Repeat the data in full. Every line must match.

- Opening Delimiter -

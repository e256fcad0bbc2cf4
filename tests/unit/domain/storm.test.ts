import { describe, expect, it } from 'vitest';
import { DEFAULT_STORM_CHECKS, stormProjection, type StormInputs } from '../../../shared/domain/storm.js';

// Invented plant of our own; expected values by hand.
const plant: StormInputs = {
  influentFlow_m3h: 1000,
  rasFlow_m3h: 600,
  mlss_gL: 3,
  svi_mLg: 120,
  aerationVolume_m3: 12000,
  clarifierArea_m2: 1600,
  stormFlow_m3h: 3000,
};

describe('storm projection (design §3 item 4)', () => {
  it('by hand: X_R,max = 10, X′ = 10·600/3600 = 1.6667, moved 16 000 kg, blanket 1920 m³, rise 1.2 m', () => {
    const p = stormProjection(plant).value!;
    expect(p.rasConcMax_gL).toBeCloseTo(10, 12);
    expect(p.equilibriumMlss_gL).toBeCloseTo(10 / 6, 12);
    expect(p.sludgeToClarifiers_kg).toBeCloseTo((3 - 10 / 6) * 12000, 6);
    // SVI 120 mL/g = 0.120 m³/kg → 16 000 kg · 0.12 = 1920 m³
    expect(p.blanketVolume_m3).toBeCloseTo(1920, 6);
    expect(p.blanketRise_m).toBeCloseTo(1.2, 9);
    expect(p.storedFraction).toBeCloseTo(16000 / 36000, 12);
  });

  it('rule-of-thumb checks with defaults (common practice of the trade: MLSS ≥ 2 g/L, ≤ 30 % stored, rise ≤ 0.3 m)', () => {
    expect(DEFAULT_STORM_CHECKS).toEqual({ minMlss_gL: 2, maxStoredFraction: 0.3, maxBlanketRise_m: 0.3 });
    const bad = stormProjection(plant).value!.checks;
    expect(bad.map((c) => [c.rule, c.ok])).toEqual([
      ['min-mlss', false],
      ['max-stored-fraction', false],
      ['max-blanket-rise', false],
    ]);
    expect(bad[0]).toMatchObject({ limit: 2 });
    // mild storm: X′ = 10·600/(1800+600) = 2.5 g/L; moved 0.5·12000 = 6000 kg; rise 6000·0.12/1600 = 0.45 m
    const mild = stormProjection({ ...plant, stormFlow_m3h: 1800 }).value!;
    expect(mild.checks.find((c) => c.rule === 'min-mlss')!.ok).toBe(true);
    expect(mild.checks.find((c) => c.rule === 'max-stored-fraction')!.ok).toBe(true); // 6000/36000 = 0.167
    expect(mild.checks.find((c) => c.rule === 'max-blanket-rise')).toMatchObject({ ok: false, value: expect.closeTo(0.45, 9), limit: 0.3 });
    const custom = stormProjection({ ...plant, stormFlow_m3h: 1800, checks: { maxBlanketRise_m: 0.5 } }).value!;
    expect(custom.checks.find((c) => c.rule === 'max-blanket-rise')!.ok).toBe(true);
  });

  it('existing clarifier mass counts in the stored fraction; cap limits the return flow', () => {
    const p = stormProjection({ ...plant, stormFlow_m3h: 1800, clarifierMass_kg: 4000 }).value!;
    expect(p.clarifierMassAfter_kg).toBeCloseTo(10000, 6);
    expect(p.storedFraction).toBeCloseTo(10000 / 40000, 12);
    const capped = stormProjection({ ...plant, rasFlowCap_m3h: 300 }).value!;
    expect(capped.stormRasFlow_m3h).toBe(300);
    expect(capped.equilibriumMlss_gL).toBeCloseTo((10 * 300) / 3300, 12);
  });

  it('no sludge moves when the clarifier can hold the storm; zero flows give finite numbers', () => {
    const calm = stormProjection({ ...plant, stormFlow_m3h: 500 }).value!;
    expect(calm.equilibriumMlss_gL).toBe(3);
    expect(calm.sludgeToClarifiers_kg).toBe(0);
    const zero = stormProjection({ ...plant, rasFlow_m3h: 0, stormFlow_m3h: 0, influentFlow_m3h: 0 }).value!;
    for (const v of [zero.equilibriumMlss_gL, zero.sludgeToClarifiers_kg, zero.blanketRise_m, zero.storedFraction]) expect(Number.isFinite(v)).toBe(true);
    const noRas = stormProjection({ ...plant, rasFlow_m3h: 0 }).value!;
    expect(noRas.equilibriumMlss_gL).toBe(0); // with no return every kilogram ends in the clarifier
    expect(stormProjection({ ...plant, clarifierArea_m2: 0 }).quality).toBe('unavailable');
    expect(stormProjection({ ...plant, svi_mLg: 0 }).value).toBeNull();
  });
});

- Closing Delimiter -

*Output for this task:*
repository e256fcad0bbc2cf4
filename tests/unit/domain/storm.test.ts
import { describe, expect, it } from 'vitest';
import { DEFAULT_STORM_CHECKS, stormProjection, type StormInputs } from '../../../shared/domain/storm.js';

// Invented plant of our own; expected values by hand.
const plant: StormInputs = {
  influentFlow_m3h: 1000,
  rasFlow_m3h: 600,
  mlss_gL: 3,
  svi_mLg: 120,
  aerationVolume_m3: 12000,
  clarifierArea_m2: 1600,
  stormFlow_m3h: 3000,
};

describe('storm projection (design §3 item 4)', () => {
  it('by hand: X_R,max = 10, X′ = 10·600/3600 = 1.6667, moved 16 000 kg, blanket 1920 m³, rise 1.2 m', () => {
    const p = stormProjection(plant).value!;
    expect(p.rasConcMax_gL).toBeCloseTo(10, 12);
    expect(p.equilibriumMlss_gL).toBeCloseTo(10 / 6, 12);
    expect(p.sludgeToClarifiers_kg).toBeCloseTo((3 - 10 / 6) * 12000, 6);
    // SVI 120 mL/g = 0.120 m³/kg → 16 000 kg · 0.12 = 1920 m³
    expect(p.blanketVolume_m3).toBeCloseTo(1920, 6);
    expect(p.blanketRise_m).toBeCloseTo(1.2, 9);
    expect(p.storedFraction).toBeCloseTo(16000 / 36000, 12);
  });

  it('rule-of-thumb checks with defaults (common practice of the trade: MLSS ≥ 2 g/L, ≤ 30 % stored, rise ≤ 0.3 m)', () => {
    expect(DEFAULT_STORM_CHECKS).toEqual({ minMlss_gL: 2, maxStoredFraction: 0.3, maxBlanketRise_m: 0.3 });
    const bad = stormProjection(plant).value!.checks;
    expect(bad.map((c) => [c.rule, c.ok])).toEqual([
      ['min-mlss', false],
      ['max-stored-fraction', false],
      ['max-blanket-rise', false],
    ]);
    expect(bad[0]).toMatchObject({ limit: 2 });
    // mild storm: X′ = 10·600/(1800+600) = 2.5 g/L; moved 0.5·12000 = 6000 kg; rise 6000·0.12/1600 = 0.45 m
    const mild = stormProjection({ ...plant, stormFlow_m3h: 1800 }).value!;
    expect(mild.checks.find((c) => c.rule === 'min-mlss')!.ok).toBe(true);
    expect(mild.checks.find((c) => c.rule === 'max-stored-fraction')!.ok).toBe(true); // 6000/36000 = 0.167
    expect(mild.checks.find((c) => c.rule === 'max-blanket-rise')).toMatchObject({ ok: false, value: expect.closeTo(0.45, 9), limit: 0.3 });
    const custom = stormProjection({ ...plant, stormFlow_m3h: 1800, checks: { maxBlanketRise_m: 0.5 } }).value!;
    expect(custom.checks.find((c) => c.rule === 'max-blanket-rise')!.ok).toBe(true);
  });

  it('existing clarifier mass counts in the stored fraction; cap limits the return flow', () => {
    const p = stormProjection({ ...plant, stormFlow_m3h: 1800, clarifierMass_kg: 4000 }).value!;
    expect(p.clarifierMassAfter_kg).toBeCloseTo(10000, 6);
    expect(p.storedFraction).toBeCloseTo(10000 / 40000, 12);
    const capped = stormProjection({ ...plant, rasFlowCap_m3h: 300 }).value!;
    expect(capped.stormRasFlow_m3h).toBe(300);
    expect(capped.equilibriumMlss_gL).toBeCloseTo((10 * 300) / 3300, 12);
  });

  it('no sludge moves when the clarifier can hold the storm; zero flows give finite numbers', () => {
    const calm = stormProjection({ ...plant, stormFlow_m3h: 500 }).value!;
    expect(calm.equilibriumMlss_gL).toBe(3);
    expect(calm.sludgeToClarifiers_kg).toBe(0);
    const zero = stormProjection({ ...plant, rasFlow_m3h: 0, stormFlow_m3h: 0, influentFlow_m3h: 0 }).value!;
    for (const v of [zero.equilibriumMlss_gL, zero.sludgeToClarifiers_kg, zero.blanketRise_m, zero.storedFraction]) expect(Number.isFinite(v)).toBe(true);
    const noRas = stormProjection({ ...plant, rasFlow_m3h: 0 }).value!;
    expect(noRas.equilibriumMlss_gL).toBe(0); // with no return every kilogram ends in the clarifier
    expect(stormProjection({ ...plant, clarifierArea_m2: 0 }).quality).toBe('unavailable');
    expect(stormProjection({ ...plant, svi_mLg: 0 }).value).toBeNull();
  });
});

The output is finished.